Winić? Nikogo ani niczego nie winiłam. Raczej zastanawiałam się, dlaczego to akurat ja musiałam trafić w ten marny procencik chorych na GIST (statystycznie każdego roku na tę chorobę zapada około 400 Polaków). Dziś rozumiem to tak – dlaczego ktoś inny miałby być na moim miejscu? Prawdopodobieństwo dla każdego z nas jest takie samo. Ja mam umysł ścisły, więc takie rozumowanie jest mi bliskie. Myślę sobie też, że zachorowałam dlatego, żebym mogła pomóc komuś innemu, żebym mogła to dzisiaj zeznać. By ktoś, kto jest teraz diagnozowany, mógł to przeczytać. Chcę mu powiedzieć, że choroba onkologiczna pozwala żyć normalnie. To zależy od nas. Ja poznałam wielu wspaniałych, inspirujących ludzi w stowarzyszeniach, do których należę. Mam bardzo dobrą pracę, a już po diagnozie wyszłam za mąż i urodziłam śliczną, zdrową córeczkę.

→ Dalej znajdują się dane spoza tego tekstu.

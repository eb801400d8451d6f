import { zodResolver } from '@hookform/resolvers/zod';
import { useMutation, useQuery, useQueryClient } from '@tanstack/react-query';
import { useState } from 'react';
import { useForm } from 'react-hook-form';
import { useNavigate, useParams } from 'react-router-dom';
import { completeSetup } from '#contract/people.ts';
import { Button } from '#app/components/button.tsx';
import { TextField } from '#app/components/inputs.tsx';
import { LoadingLines } from '#app/components/loading-lines.tsx';
import { Notice, ProblemNotice } from '#app/components/notice.tsx';
import { WordLink } from '#app/components/word-button.tsx';
import { setupMutation, setupQuery } from '#app/features/session/setup.ts';
import { showProblem } from '#app/lib/form-problem.ts';
import { DoorLayout } from './door-layout.tsx';
import { passwordHint } from './password-hint.ts';

export function Page() {
  const { token = '' } = useParams();
  const open = useQuery(setupQuery(token));
  return (
    <DoorLayout title="Set up" lead="The first team, and you as its admin.">
      <div className="mt-6">
        {open.isPending && <LoadingLines label="Checking the link" />}
        {open.isError && (
          <>
            <ProblemNotice error={open.error} title="This link does not open." />
            <p className="mt-4">
              <WordLink to="/sign-in">To sign in</WordLink>
            </p>
          </>
        )}
        {open.isSuccess && <SetupForm token={token} />}
      </div>
    </DoorLayout>
  );
}

function SetupForm({ token }: { token: string }) {
  const navigate = useNavigate();
  const setup = useMutation(setupMutation(useQueryClient(), token));
  const [problem, setProblem] = useState<string>();
  const form = useForm({
    resolver: zodResolver(completeSetup.body),
    defaultValues: { teamName: '', name: '', email: '', password: '' },
  });
  const { errors, isSubmitting } = form.formState;
  const submit = form.handleSubmit(async (values) => {
    setProblem(undefined);
    try {
      await setup.mutateAsync(values);
      await navigate('/');
    } catch (error) {
      setProblem(showProblem(form, error));
    }
  });
  return (
    <form noValidate className="grid gap-3.5" onSubmit={(event) => void submit(event)}>
      <TextField
        label="Name of the team"
        autoComplete="organization"
        error={errors.teamName?.message}
        {...form.register('teamName')}
      />
      <TextField
        label="Your name"
        autoComplete="name"
        error={errors.name?.message}
        {...form.register('name')}
      />
      <TextField
        label="E-mail"
        type="email"
        autoComplete="username"
        error={errors.email?.message}
        {...form.register('email')}
      />
      <TextField
        label="Password"
        type="password"
        autoComplete="new-password"
        hint={passwordHint}
        error={errors.password?.message}
        {...form.register('password')}
      />
      {problem !== undefined && <Notice kind="problem">{problem}</Notice>}
      <div>
        <Button type="submit" kind="primary" busy={isSubmitting} busyLabel="Setting up">
          Make the team
        </Button>
      </div>
    </form>
  );
}
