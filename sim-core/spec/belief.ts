import { z } from 'zod';
import { beliefProblems } from '#sim-core/belief/belief-problems.ts';
import type { Parameter } from './parameters.ts';

/** Most values that a belief may be pasted from. */
export const mostBeliefValues = 2000;

const number = z.number().min(-1e9).max(1e9);
const shape = z.number().min(0.1).max(1000);

/**
 * What is believed of a rate that is not known exactly, as a law of its values in the rate's unit. Where a law would
 * reach beyond the rate's range (normal and log-normal always would), it is cut there and scaled to sum to 1 again.
 */
export const beliefSchema = z.discriminatedUnion('law', [
  z.strictObject({ law: z.literal('uniform'), low: number, high: number }),
  z.strictObject({ law: z.literal('triangular'), low: number, mode: number, high: number }),
  z.strictObject({ law: z.literal('normal'), mean: number, standardDeviation: z.number().gt(0).max(1e9) }),
  /** its logarithm is normal: two thirds of it lie between median ÷ factor and median × factor */
  z.strictObject({
    law: z.literal('log-normal'),
    median: z.number().gt(0).max(1e9),
    factor: z.number().gt(1).max(1000),
  }),
  /** on low..high; alpha and beta above 1 give a hump, equal ones a symmetric law */
  z.strictObject({ law: z.literal('beta'), alpha: shape, beta: shape, low: number, high: number }),
  /** measured or fitted values, in any order; what lies between two neighbours is as likely as they are close */
  z.strictObject({ law: z.literal('values'), values: z.array(number).min(2).max(mostBeliefValues) }),
]);
export type Belief = z.infer<typeof beliefSchema>;
export type BeliefLaw = Belief['law'];
export const beliefLaws = ['uniform', 'triangular', 'normal', 'log-normal', 'beta', 'values'] as const;

/** Schema of a belief about a rate: what it says lies within the rate's range. */
export const beliefWithin = (
  rate: Pick<Parameter, 'label' | 'min' | 'max' | 'unit'>,
): z.ZodType<Belief, Belief> =>
  beliefSchema.superRefine((belief, context) => {
    for (const { field, message } of beliefProblems(belief, rate))
      context.addIssue({ code: 'custom', path: field === '' ? [] : field.split('.'), message });
  });
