/**
 * The rates of the model: one table that the form, the API and the kernel all read.
 *
 * `default` and `min`..`max` are in `unit`. `source` says where the default comes from; "common practice, no source"
 * marks a habit of the trade and "from memory" a figure to be replaced by the team's own measurements.
 */
export interface Parameter {
  readonly label: string;
  readonly symbol: string;
  readonly unit: string;
  readonly meaning: string;
  readonly default: number;
  readonly min: number;
  readonly max: number;
  readonly source: string;
}

const parameter = (p: Parameter): Parameter => p;

/** Speeds of a front, m/yr, beyond which a run says that its belief outruns what is published. */
export const publishedFrontSpeed = {
  least: 0.2,
  most: 1.5,
  source: 'Spartina alterniflora on open mud, from memory',
} as const;

export const parameters = {
  lateralSpread: parameter({
    label: 'Lateral spread',
    symbol: 'c',
    unit: 'm/yr',
    meaning: 'Speed of a straight front on good ground without losses',
    default: 0.5,
    min: 0.005,
    max: 20,
    source:
      'Within 0.2 to 1.5 m/yr for Spartina alterniflora on open mud, from memory; compare Feist & Simenstad 2000, Estuaries 23:267–274',
  }),
  fillRate: parameter({
    label: 'Fill-in rate',
    symbol: 'r',
    unit: '1/yr',
    meaning: 'Low-density rate of increase, losses aside',
    default: 1,
    min: 0.01,
    max: 10,
    source: 'common practice, no source',
  }),
  carryOver: parameter({
    label: 'Carry-over',
    symbol: 'σ',
    unit: 'share a year',
    meaning: 'Share of standing clumps that persist a year without being re-issued',
    default: 0.7,
    min: 0,
    max: 1,
    source: 'common practice, no source',
  }),
  clumpsPerSquareMetre: parameter({
    label: 'Clump sites',
    symbol: 'ν',
    unit: '1/m²',
    meaning: 'Clump sites on full ground; sets how grainy chance is',
    default: 4,
    min: 0.0001,
    max: 1000,
    source: 'common practice, no source',
  }),
  seedlingRate: parameter({
    label: 'Seedling rate',
    symbol: 'ε',
    unit: '1/yr',
    meaning: 'Establishment pressure that needs no neighbour',
    default: 0,
    min: 0,
    max: 1,
    source: 'common practice, no source',
  }),
  backgroundLoss: parameter({
    label: 'Background loss',
    symbol: 'h_bg',
    unit: '1/yr',
    meaning: 'Loss hazard in every year',
    default: 0,
    min: 0,
    max: 10,
    source: 'common practice, no source',
  }),
  droughtLoss: parameter({
    label: 'Drought loss',
    symbol: 'h_max',
    unit: '1/yr',
    meaning: 'Loss hazard once the drought index is far below what the spot can bear',
    default: 3,
    min: 0,
    max: 20,
    source: 'common practice, no source',
  }),
  lossWidth: parameter({
    label: 'Loss width',
    symbol: 'ω',
    unit: 'index',
    meaning: 'How sharply drought loss sets in around the tolerance',
    default: 0.3,
    min: 0.01,
    max: 5,
    source: 'common practice, no source',
  }),
  tolerance: parameter({
    label: 'Tolerance',
    symbol: 'X0',
    unit: 'index',
    meaning:
      'Index at which half of the drought loss acts on unsheltered, unexposed ground without neighbours',
    default: -2.3,
    min: -10,
    max: 5,
    source: 'common practice, no source',
  }),
  exposureShift: parameter({
    label: 'Exposure shift',
    symbol: 'a_E',
    unit: 'index',
    meaning: 'How far full exposure raises that index',
    default: 2,
    min: 0,
    max: 10,
    source: 'common practice, no source',
  }),
  refugeShift: parameter({
    label: 'Refuge shift',
    symbol: 'a_M',
    unit: 'index',
    meaning: 'How far a full-strength refuge lowers that index',
    default: 1.9,
    min: 0,
    max: 10,
    source: 'common practice, no source',
  }),
  neighbourShift: parameter({
    label: 'Neighbour shift',
    symbol: 'a_N',
    unit: 'index',
    meaning: 'How far full neighbours lower that index',
    default: 1,
    min: 0,
    max: 10,
    source: 'common practice, no source',
  }),
  refugeGrowth: parameter({
    label: 'Refuge growth',
    symbol: 'b_M',
    unit: '–',
    meaning: 'Extra growth on a full-strength refuge',
    default: 1,
    min: 0,
    max: 10,
    source: 'common practice, no source',
  }),
  crowding: parameter({
    label: 'Crowding',
    symbol: 'κ',
    unit: '–',
    meaning: 'Loss of recruitment to neighbours on unexposed ground',
    default: 0,
    min: 0,
    max: 10,
    source: 'common practice, no source',
  }),
} as const;

export type RateName = keyof typeof parameters;
export type Rates = { [name in RateName]: number };

export const rateNames = Object.keys(parameters) as RateName[];

/** Every rate at its default. */
export const defaultRates = Object.fromEntries(rateNames.map((n) => [n, parameters[n].default])) as Rates;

Kim są świadkowie Twojego chorowania?
Gdy chorowałam, był blisko mnie mój chłopak. Dziś jest moim mężem. Pokazał, że jest osobą, której mogę w pełni zaufać. Choć przyznam, że słyszał wtedy ode mnie trudne słowa, że nie zrozumie, co ja czuję. A ja nigdy nie usłyszałam od niego nic pesymistycznego. Zawsze mówił mi, że będzie dobrze. Choć jestem Zosią Samosią i ciężko mi prosić o pomoc, to on wtedy mi pomagał. Blisko były też moja mama i przyjaciółki, którym wszystko mówiłam. To byli świadkowie. Wiele osób poznałam w stowarzyszeniach, do których należę.
Miałam przyjaciela. Dziś, gdy o nim rozmawiamy, to już go z nami nie ma. Pamiętam go, jak spełniał swoje marzenia. Był dla mnie inspiracją i wielkim fanem zespołu Dżem. Ja też jestem, ale nie takim, jak on był. Jeździł za zespołem na większość koncertów. Stał się taką osobą, którą zespół zapraszał za kulisy. I wiesz, gdy już był w gorszym stanie, to wtedy oni przyjechali do niego. On był naprawdę wyjątkowy i zdeterminowany. Kiedyś to on spełnił moje marzenie i zabrał mnie na koncert Dżemu i za kulisy. To była, jak śpiewał zespół, „jedna z najlepszych moich chwil”.
Poznałam też kobietę, która w pewnym sensie stała się moją stowarzyszeniową mamą. To jest jedna z pierwszych osób, które poznałam w moim Stowarzyszeniu. Zaopiekowała się mną, gdy zaraz po diagnozie byłam zagubiona. Wiedziała bardzo dużo o tym, co czuję, choć ja tego głośno nie mówiłam. Zawsze mnie rozumiała. Ona jest dla mnie wzorem cierpliwości i dobroci. Kiedy mam gorszy czas, myślę o niej i mówię sobie, że muszę być tak samo dzielna.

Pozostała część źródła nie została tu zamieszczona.